I haven't had any issues with mine. I have done chips dry and wet and as of late i have been using Traeger Pellets which are working great.


----------



## rambler (Jan 21, 2010)

I have no problems with getting good smoke at low temperatures.  I guess with the chip tray loaded right on the element I question the wood chips.  Have you tried different chips?  I never soak mine with water and feel that I can control it well with the ability to load chips without having to open the door.  I especially like the ability to decide when to start the smoking by not adding chips for the first few hours so I do not get into a creosote issues.  I guess another thing you could try is to buy smoking saw dust instead of chips.
On another note.... interesting handle there, is that anything wetumka, ok?


----------



## marty catka (Jan 21, 2010)

I've had the same issue with mine. In warmer ambient temps I felt like I was performing the same experiment.  I fashioned a makeshift chip tray out of aluminum flashing and set it so it lays on the shelf above the element, taking out that small air space.  Smoked good then.  However, in low ambient temps, I had chips that were in the loading chute to warm smoke and turn to ash.  So I guess it depends on how long the element needs to stay on to maintain temps.  My two cents worth.


----------



## scubadoo97 (Jan 21, 2010)

The only time I've had chips not burn to ash is when trying to smoke at low temps like 160-170.  I'm assuming this is the older style MES if bought on Black Friday.  I never soak wood and have great luck with chips, pellets and split chunks.


----------



## marknb (Jan 21, 2010)

What Ron said.  Must me something wrong.  My Centro (MES in disguise) has never failed at temps higher than 170F, I bought a Smoke Daddy CSG for smoking sausage at less than 150F.


----------



## jsdspif (Jan 21, 2010)

I have that problem with mine , usually not enough smoke flavor for me . On mine even at 250 , once it is up to temp and the element isn't turning on for very long , my chips don't smoke . I've noticed like yours , if I have chips in the loading tube , alot of times 30 minutes later and I go to dump the loader onto the chip pan , the chips in the tube have turned partially to ash while the chips on the pan are just charred . Sometimes I take out the loader tube and if I have enough of a breeze that will help get the chips on the pan smoldering again then I put the tube back in . I run the top vent wide open . I think I'm going to drill out the vent holes in my loader tube . I have the 30" and it's about 2 years old. Most of the time I end up with black wood chips on the pan . The only time I usually end up with white ash is when I'm running it at 275.


----------



## auggie1969 (Jan 21, 2010)

I've had an older model MES for about 5 years now.  I had the same problem.  Sometime i would get great smoke (higher temp) and sometimes I would have to fight uit the whole time.  I finally gave up and bought a Smoke Pistol.  Now this thing rocks.  I can cold smoke now to.  Just my 2 cents.  Maybe the newer versions work better than the older ones.  I am currently building a new homemade smoker out of an old refrigerator.  I just need  something bigger.


----------



## mgwerks (Jan 21, 2010)

I'm suspicious of the "black wood chips".  I'd try some true chips cut from wood, which are usually some shade of brown.  Use chips or little chunks, not sawdust or shavings, and put maybe 1 charcoal briquette in there tio keep them lit if your element cycles off.  
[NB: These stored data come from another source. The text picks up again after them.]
import { Piscina } from 'piscina';

/** Hashes and checks passwords; the services take one so tests can count the work. */
export interface PasswordHasher {
  hash(password: string, cost: number): Promise<string>;
  verify(password: string, hash: string): Promise<boolean>;
}

/**
 * bcrypt runs in worker threads, never on the API's event loop. bcryptjs's own async
 * API is not enough: it yields only every 100 ms (its MAX_EXECUTION_TIME), so each
 * hash at cost 10 (about 200 ms here) holds the loop in 100 ms slices, and a few
 * anonymous requests at once would push health checks past their 100 ms budget.
 * Two threads at most (the machine has 2 cores); idle threads end after 30 s.
 */
let pool: Piscina | undefined;

export function passwordPool(): Piscina {
  pool ??= new Piscina({
    filename: new URL('./password-thread.mjs', import.meta.url).href,
    minThreads: 0,
    maxThreads: 2,
    idleTimeout: 30_000,
  });
  return pool;
}

export const threadPasswordHasher: PasswordHasher = {
  hash: (password, cost) => passwordPool().run({ op: 'hash', password, cost }) as Promise<string>,
  verify: (password, hash) => passwordPool().run({ op: 'verify', password, hash }) as Promise<boolean>,
};

/** Ends the threads (scripts that exit by themselves call it; the API keeps them). */
export async function closePasswordPool(): Promise<void> {
  const p = pool;
  pool = undefined;
  await p?.destroy();
}
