describe('honeycomb flakes', () => {
  it('threads B·A_hex/(h/e) through every hexagon (Peierls phases of the Landau gauge)', () => {
    // Peierls substitution: the phases around a loop add up to −2π·B·A/(h/e), A the signed
    // (counterclockwise positive) area, for charge −e: the contract's square plaquette sum
    // θ(i→i+1, j) − θ(i→i+1, j+1) = −2πφ, here on a hexagon of area (3√3/2)a_CC².
    const pl = honeycombPlacement(ACC);
    const field = 25;
    const mask = new Uint8Array(12 * 10).fill(1);
    const lat = buildTightBinding(mask, 12, 10, honey(2700, { field }), undefined);
    const phase = (s: number, r: number) => {
      for (let b = 0; b < lat.bonds.from.length; b++) {
        if (lat.bonds.from[b] === s && lat.bonds.to[b] === r) return lat.bonds.phase[b];
        if (lat.bonds.from[b] === r && lat.bonds.to[b] === s) return -lat.bonds.phase[b];
      }
      throw new Error(`no bond ${s}–${r}`);
    };
    // The hexagon between the vertical bonds (2, 3)–(2, 4) and (4, 3)–(4, 4) (i + j odd at the
    // lower ends). Walked in this order the loop is clockwise; the signed area carries the sign.
    const ring: [number, number][] = [
      [4, 3],
      [3, 3],
      [2, 3],
      [2, 4],
      [3, 4],
      [4, 4],
    ];
    let area = 0;
    let sum = 0;
    for (let k = 0; k < ring.length; k++) {
      const [i0, j0] = ring[k];
      const [i1, j1] = ring[(k + 1) % ring.length];
      area += pl.x(i0, j0) * pl.y(i1, j1) - pl.x(i1, j1) * pl.y(i0, j0);
      sum += phase(lat.siteIndex[i0 * 10 + j0], lat.siteIndex[i1 * 10 + j1]);
    }
    area /= 2;
    expect(Math.abs(Math.abs(area) - ((3 * Math.sqrt(3)) / 2) * ACC * ACC)).toBeLessThan(1e-14);
    expect(Math.abs(sum - (-2 * Math.PI * field * area) / FLUX_QUANTUM_T_NM2)).toBeLessThan(1e-12);
  });

  it("finds a closed disk's levels (with t', Δ, a field and its dangling atoms removed) as a dense eigen-solve of the same H does", () => {
    const pl = honeycombPlacement(ACC);
    const nx = 18,
      ny = 12;
    const mask = rasteriseShape({ kind: 'disk', cx: 1.1, cy: 0.85, radius: 0.8 }, nx, ny, ACC, pl);
    removeDanglingSites(mask, nx, ny, pl);
    const lattice = buildTightBinding(mask, nx, ny, honey(2700, { nextHopping: 200, sublattice: 50, field: 40 }));
    const { h, m } = denseHamiltonian(lattice);
    expect(m).toBeGreaterThan(60);
    const dense = hermitianEigenvalues(h, m);
    const target = 700;
    const count = 8;
    const nearest = [...dense]
      .sort((a, b) => Math.abs(a - target) - Math.abs(b - target))
      .slice(0, count)
      .sort((a, b) => a - b);
    const res = closedCavityEigenvalues(lattice, { target, count });
    res.energies.forEach((e, k) => expect(Math.abs(e - nearest[k])).toBeLessThan(1e-9 * 2700));
  });

  it('shows the graphene Landau levels E_n = sgn(n)·sqrt(2eħv_F²B|n|), with the zero level, in a wide zigzag ribbon', () => {
    // McClure, Phys. Rev. 104, 666 (1956); Castro Neto et al. 2009, eq. 63 (from memory):
    // E_n = sgn(n)·sqrt(2|n|)·ħv_F/ℓ_B, ℓ_B = sqrt(ħ/(eB)), ħv_F = 3t·a_CC/2, and a level at 0.
    // A ribbon of 80 zigzag chains (11.5 ℓ_B wide) periodic along x in the Landau gauge, at the
    // wavevector whose guiding centre is the ribbon's middle (valley K), ℓ_B = 10.4 a_CC at 300 T.
    // The lattice lowers E_n by about 0.4·n·(a_CC/ℓ_B)² (seen); the check allows n·(a_CC/ℓ_B)².
    const t = 2.7;
    const field = 300;
    const rows = 80;
    const lB = Math.sqrt(FLUX_QUANTUM_T_NM2 / (2 * Math.PI * field));
    expect(lB / ACC).toBeGreaterThan(10);
    const e1 = (Math.SQRT2 * 1.5 * t * ACC) / lB;
    const kDirac = (4 * Math.PI) / (3 * Math.sqrt(3) * ACC);
    const middle = (rows * 1.5 * ACC) / 2;
    const e = hermitianEigenvalues(blochHamiltonian(honey(t, { field }), 2, rows, kDirac + middle / lB ** 2, 0, true), 2 * rows);
    const near = (x: number) => Math.min(...e.map((v) => Math.abs(v - x)));
    expect(near(0)).toBeLessThan(1e-9 * t);
    for (const n of [1, 2, 3]) {
      const en = Math.sqrt(n) * e1;
      const tol = n * (ACC / lB) ** 2 * en;
      expect(near(en)).toBeLessThan(tol);
      expect(near(-en)).toBeLessThan(tol);
    }
    // No level between the plateaus: (0, E_1) holds nothing at the guiding centre's wavevector.
    expect(e.filter((v) => Math.abs(v) > 0.05 * e1 && Math.abs(v) < 0.9 * e1)).toHaveLength(0);
  });
});
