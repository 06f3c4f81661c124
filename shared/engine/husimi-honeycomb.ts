/**
 * Valley-resolved Husimi maps of a state ψ on the honeycomb lattice (docs/physics-model.md,
 * "Current and Husimi maps"). Units of ℓ = a_CC inside; nm and 1/nm outside.
 *
 * Band (tight-binding.ts, Castro Neto et al., Rev. Mod. Phys. 81, 109 (2009), eqs. 5–6):
 * with ψ_s = u_sub·e^{ik·r_s} (real positions), g(k) = Σ_δ e^{ik·δ} over the three A → B
 * vectors δ = (±√3/2, 1/2)ℓ, (0, −1)ℓ of the brick wall,
 *   H(k) = E0 + 3t′ − t′|g|² + [[Δ, −t·g], [−t·g*, −Δ]],  E = E_D − t′|g|² ± √(Δ² + t²|g|²),
 * E_D = E0 + 3t′ (3t′ − t′|g|² is −t′(|g|² − 3)). The valleys are K = (4π/(3√3ℓ), 0) and
 * K′ = −K (g = −(3ℓ/2)(q_x + i q_y) near K). E depends on k through |g| only, so a level is
 * one contour |g(k)| = c around each valley, convex below the van Hove energy (c < 1).
 *
 * At a sample point r0, valley τ and ray direction n̂, the coherent state is
 *   φ(r_s) = N·exp(−|r_s − r0|²/(4σ²))·u_sub(s)(k)·exp(i k·(r_s − r0) + iΛ(r0 → r_s)),
 * k = K_τ + q on the contour of E − V(r0) (V at the atom nearest r0, the band of the sign of
 * E − V − E_D: electrons above E_D, holes below), q chosen so that the group velocity ∇_k E
 * points along n̂ (the reported angle is the ray direction; with trigonal warping q is not
 * along n̂). N normalises Σ|φ|² = 1 over the infinite lattice in the window of ±6σ, and
 *   P_τ(r0, n̂) = |Σ_s φ*(r_s)·ψ_s|²  (cavity atoms within 6σ).
 * Λ is the gauge's straight-line Peierls integral with positions in units of ℓ (the bond
 * phases of tight-binding.ts are the Landau gauge's), so P is gauge invariant.
 * Points where t·|g| < cutoff·t (|E − V − E_D| within about cutoff·t of the Dirac energy,
 * or inside the gap |Δ|) or beyond the van Hove energy (|g| ≥ 1, the valleys' contours join)
 * are left empty. Cost O(points·(σ/ℓ)²·directions) plus about 6·10³·directions evaluations of g per distinct V.
 */
import type { CavityLattice } from './lattice';
import { landauGauge } from './gauge';
import {
  addSite,
  distributionPeaks,
  husimiDirections,
  husimiSampleGrid,
  husimiWidths,
  type HusimiMap,
  type HusimiOptions,
  type HusimiPeak,
} from './husimi-map';

const SQ3 = Math.sqrt(3);
/** A → B nearest-neighbour vectors (units of ℓ). */
const DX = [SQ3 / 2, -SQ3 / 2, 0];
const DY = [0.5, 0.5, -1];
/** |K| (1/ℓ) and the distance from K to M, the farthest a level below the van Hove energy reaches. */
const K_LEN = (4 * Math.PI) / (3 * SQ3);
const Q_MAX = K_LEN / 2;
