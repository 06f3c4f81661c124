// Synthetic but plausible resonances in bulk, for the catalogue bench and for the test
// that checks the catalogue's query plans on a catalogue of some size. Deterministic
// (a fixed xorshift sequence), so two runs see the same data.
import type { Db } from '../server/db/client.js';
import { resonances } from '../server/db/schema/catalogue.js';
import { memberships, researchGroups } from '../server/db/schema/groups.js';
import { cavityModels, modelVersions } from '../server/db/schema/models.js';
import { runs } from '../server/db/schema/runs.js';
import { users } from '../server/db/schema/users.js';

/** ħ in meV·ps (CODATA 2018, as in docs/physics-model.md): τ = ħ/Γ. */
const HBAR_MEV_PS = 0.6582119569;
const POLES_PER_RUN = 200;
const BATCH = 1000;

/** Each family's own dimensions (as the model check files them: server/models/model-figures.ts), bounding box and area. */
const families = [
  { family: 'rectangle', dims: () => withArea({ widthNm: pick([200, 300, 400, 600]), heightNm: pick([150, 250, 400]) }, 1) },
  { family: 'disk', dims: () => disk(pick([100, 150, 250, 400])) },
  { family: 'ellipse', dims: () => ellipse(pick([150, 250]), pick([100, 175])) },
  { family: 'stadium', dims: () => stadium(pick([200, 400, 600]), pick([100, 200])) },
  { family: 'annulus', dims: () => annulus(pick([100, 150]), pick([200, 300])) },
  { family: 'polygon', dims: () => withArea({ widthNm: pick([250, 450]), heightNm: pick([250, 450]) }, 0.5) },
];
function withArea<T extends { widthNm: number; heightNm: number }>(box: T, filled: number): T & { areaNm2: number } {
  return { ...box, areaNm2: box.widthNm * box.heightNm * filled };
}
function disk(r: number) {
  return { radiusNm: r, widthNm: 2 * r, heightNm: 2 * r, areaNm2: Math.PI * r * r };
}
function ellipse(rx: number, ry: number) {
  return { rxNm: rx, ryNm: ry, widthNm: 2 * rx, heightNm: 2 * ry, areaNm2: Math.PI * rx * ry };
}
function stadium(length: number, r: number) {
  return { lengthNm: length, radiusNm: r, widthNm: length + 2 * r, heightNm: 2 * r, areaNm2: 2 * r * length + Math.PI * r * r };
}
function annulus(inner: number, outer: number) {
  return { innerNm: inner, outerNm: outer, widthNm: 2 * outer, heightNm: 2 * outer, areaNm2: Math.PI * (outer * outer - inner * inner) };
}
const materials = ['GaAs', 'InAs', 'InSb', 'Si'];
const tagWords = ['candidate', 'fabricate', 'check width', 'high-q', 'bic', 'reviewed', 'symmetric', 'edge mode'];
const noteWords = [
  'whispering',
  'gallery',
  'bouncing',
  'ball',
  'scar',
  'doublet',
  'split',
  'by',
  'field',
  'near',
  'threshold',
  'lead',
  'coupling',
  'weak',
  'strong',
];
const nameWords = ['harrow', 'quarry', 'billiard', 'dot', 'ring', 'stadium', 'bowtie', 'notch', 'wide', 'narrow', 'tapered'];

let seed = 0x2545f491;
/** xorshift32: a fixed sequence, so two bench runs see the same data. */
function random(): number {
  seed ^= seed << 13;
  seed ^= seed >>> 17;
  seed ^= seed << 5;
  return (seed >>> 0) / 4294967296;
}
function pick<T>(items: readonly T[]): T {
  return items[Math.floor(random() * items.length)]!;
}
function words(list: readonly string[], n: number): string {
  return Array.from({ length: n }, () => pick(list)).join(' ');
}

async function insertParents(db: Db, groupId: string, userId: string, rows: number, label: string) {
  const models: {
    id: string;
    name: string;
    family: string;
    material: string;
    fieldT: number;
    spacingNm: number;
    dims: Record<string, number>;
    versionId: string;
    version: number;
  }[] = [];
  const modelCount = Math.max(families.length, Math.round(rows / 2500));
  for (let m = 0; m < modelCount; m++) {
    const fam = families[m % families.length]!;
    const name = `${label} ${words(nameWords, 2)} ${fam.family} ${m}`;
    const [model] = await db.insert(cavityModels).values({ groupId, name, createdBy: userId }).returning({ id: cavityModels.id });
    const dims = fam.dims();
    const material = pick(materials);
    const fieldT = pick([0, 0, 0.1, 0.5, 1, 2]);
    const spacingNm = pick([2, 4, 5]);
    const document = {
      name,
      spacing: spacingNm,
      material,
      grid: { nx: 80, ny: 60 },
      shape: { kind: fam.family },
      field: fieldT,
      leads: [
        { side: 'left', start: 20, width: 12, offset: 0, name: 'source' },
        { side: 'right', start: 24, width: 12, offset: 0 },
      ],
    };
    const [version] = await db
      .insert(modelVersions)
      .values({
        modelId: model!.id,
        groupId,
        version: 1,
        document,
        family: fam.family,
        material,
        effectiveMass: 0.067,
        spacingNm,
        fieldT,
        siteCount: 4000,
        leadCount: 2,
        hoppingMeV: 38.09982 / 0.067 / spacingNm ** 2,
        ...dims,
        keyDimensions: Object.fromEntries(Object.entries(dims).map(([k, v]) => [k.replace(/Nm2?$/, ''), v])),
        createdBy: userId,
      })
      .returning({ id: modelVersions.id });
    models.push({ id: model!.id, name, family: fam.family, material, fieldT, spacingNm, dims, versionId: version!.id, version: 1 });
  }
  return models;
}

/**
 * Inserts `total` synthetic resonances into a group (with their models, versions and runs
 * of 200 poles each). The same seed gives the same rows.
 */
export async function insertResonances(db: Db, groupId: string, userId: string, total: number, label: string, seedValue = 0x2545f491): Promise<void> {
  seed = seedValue;
  const models = await insertParents(db, groupId, userId, total, label);
  const now = Date.now();
  let pending: (typeof resonances.$inferInsert)[] = [];
  for (let r = 0; r < total / POLES_PER_RUN; r++) {
    const model = models[r % models.length]!;
    const emin = 0.2 + random() * 20;
    const emax = emin + 5 + random() * 30;
    const [run] = await db
      .insert(runs)
      .values({
        groupId,
        modelVersionId: model.versionId,
        kind: 'pole-search',
        status: 'completed',
        window: { emin, emax, gammaMax: 1 },
        thresholds: [emin + 1.3, emin + 4.1],
        resonanceCount: POLES_PER_RUN,
        createdBy: userId,
      })
      .returning({ id: runs.id });
    for (let k = 0; k < POLES_PER_RUN; k++) {
      const energy = emin + (emax - emin) * random();
      const bound = random() < 0.03;
      // Q spread over 10..1e5, log-uniform, as pole searches of open dots give.
      const width = bound ? 0 : energy / 10 ** (1 + 4 * random());
      const share = random();
      const tagCount = random() < 0.3 ? 1 + Math.floor(random() * 2) : 0;
      pending.push({
        groupId,
        runId: run!.id,
        modelId: model.id,
        modelVersionId: model.versionId,
        idx: k,
        energy,
        width,
        lifetimePs: bound ? null : HBAR_MEV_PS / width,
        quality: bound ? null : energy / width,
        partialWidths: [
          { lead: 'source', width: width * share },
          { lead: 'right1', width: width * (1 - share) },
        ],
        petermann: 1 + -Math.log(1 - random()) * 0.05,
        residual: 10 ** (-12 + 3 * random()),
        bound,
        nearThreshold: random() < 0.05,
        overlapping: random() < 0.1,
        tags: [...new Set(Array.from({ length: tagCount }, () => pick(tagWords)))],
        notes: random() < 0.2 ? words(noteWords, 3 + Math.floor(random() * 5)) : '',
        modelName: model.name,
        modelVersion: model.version,
        family: model.family,
        material: model.material,
        fieldT: model.fieldT,
        spacingNm: model.spacingNm,
        ...model.dims,
        createdAt: new Date(now - random() * 180 * 86_400_000),
      });
      if (pending.length === BATCH) {
        await db.insert(resonances).values(pending);
        pending = [];
      }
    }
  }
  if (pending.length > 0) await db.insert(resonances).values(pending);
}

/** A group with one admin member (who signs in with `passwordHash`'s password). */
export async function makeGroup(db: Db, slug: string, email: string, passwordHash: string): Promise<{ groupId: string; userId: string }> {
  const [group] = await db
    .insert(researchGroups)
    .values({ slug, name: `Bench ${slug}` })
    .returning({ id: researchGroups.id });
  const [user] = await db
    .insert(users)
    .values({ email, name: `Bench ${slug}`, passwordHash })
    .returning({ id: users.id });
  await db.insert(memberships).values({ groupId: group!.id, userId: user!.id, role: 'admin' });
  return { groupId: group!.id, userId: user!.id };
}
Soaking the wood in advance is unhelpful.


----------



## reeko (Jan 21, 2010)

By Black Wood Chips, I think he meant that the chips do not burn completely. Similar to making charcoal by heating wood in with little air.


----------



## scubadoo97 (Jan 21, 2010)

jsdspif, that's just weird.  The chip loader being further away from the heat source burning chips faster and more complete than in the chip pan is just off the wall.  Wish I could give you an explanation


----------



## jsdspif (Jan 21, 2010)

yeah , by black wood chips I mean in the chip pan they are warming enough to char and give off some smoke , but they are not being totally burned to the point of turning to white ash . I think the ones I put in the loading tube to "warm" are getting a good supply of oxygen , but not enough oxygen is getting to the chips in the chip pan . I know that there is a fine line , I don't want the chips in the pan to ignite to the point of flaming , but I think I do need to get a little more air to them for a more complete burn . That is probably about "clear as mud "


----------



## wetumpka (Jan 22, 2010)

mgworks, I am using purchased wood chips.  I have tried maple chips, apple chips, and pecan sticks from my yard, all with the same results.  The "black chips" is the result after the chips have been in the smoker box for a while.

This is the new style MES, from what I read on the web they choked the incoming air flow down to resolve the backdraft issue when opening the door.

I've checked the temp with my meat thermo, temp seems to be fairly accurate.

Tried one more thing today, started chips burning with a torch before loading, same result.

Rambler, my handle is Wetumpka, AL small town outside Montgomery, AL where I live.


----------



## rambler (Jan 22, 2010)

Wetumpka I am from Ks. but thought the similarity was close.  Not many towns by a name like that.


----------



## wetumpka (Jan 22, 2010)

Rambler, I'm sure it's somehow related to the indians that were settled in each area.  The city in AL is named for the indian words for water and rambling, the city is on a small river with a little whitewater.

I attached some pictures from my trials tonight.  This is two loads of wood, the 1st some small pecan sticks cutup from my yard and some purchased maple chips.  The pecan sticks were in for over 2.5 hrs at 250 deg and the maple chips over 1.5 hrs.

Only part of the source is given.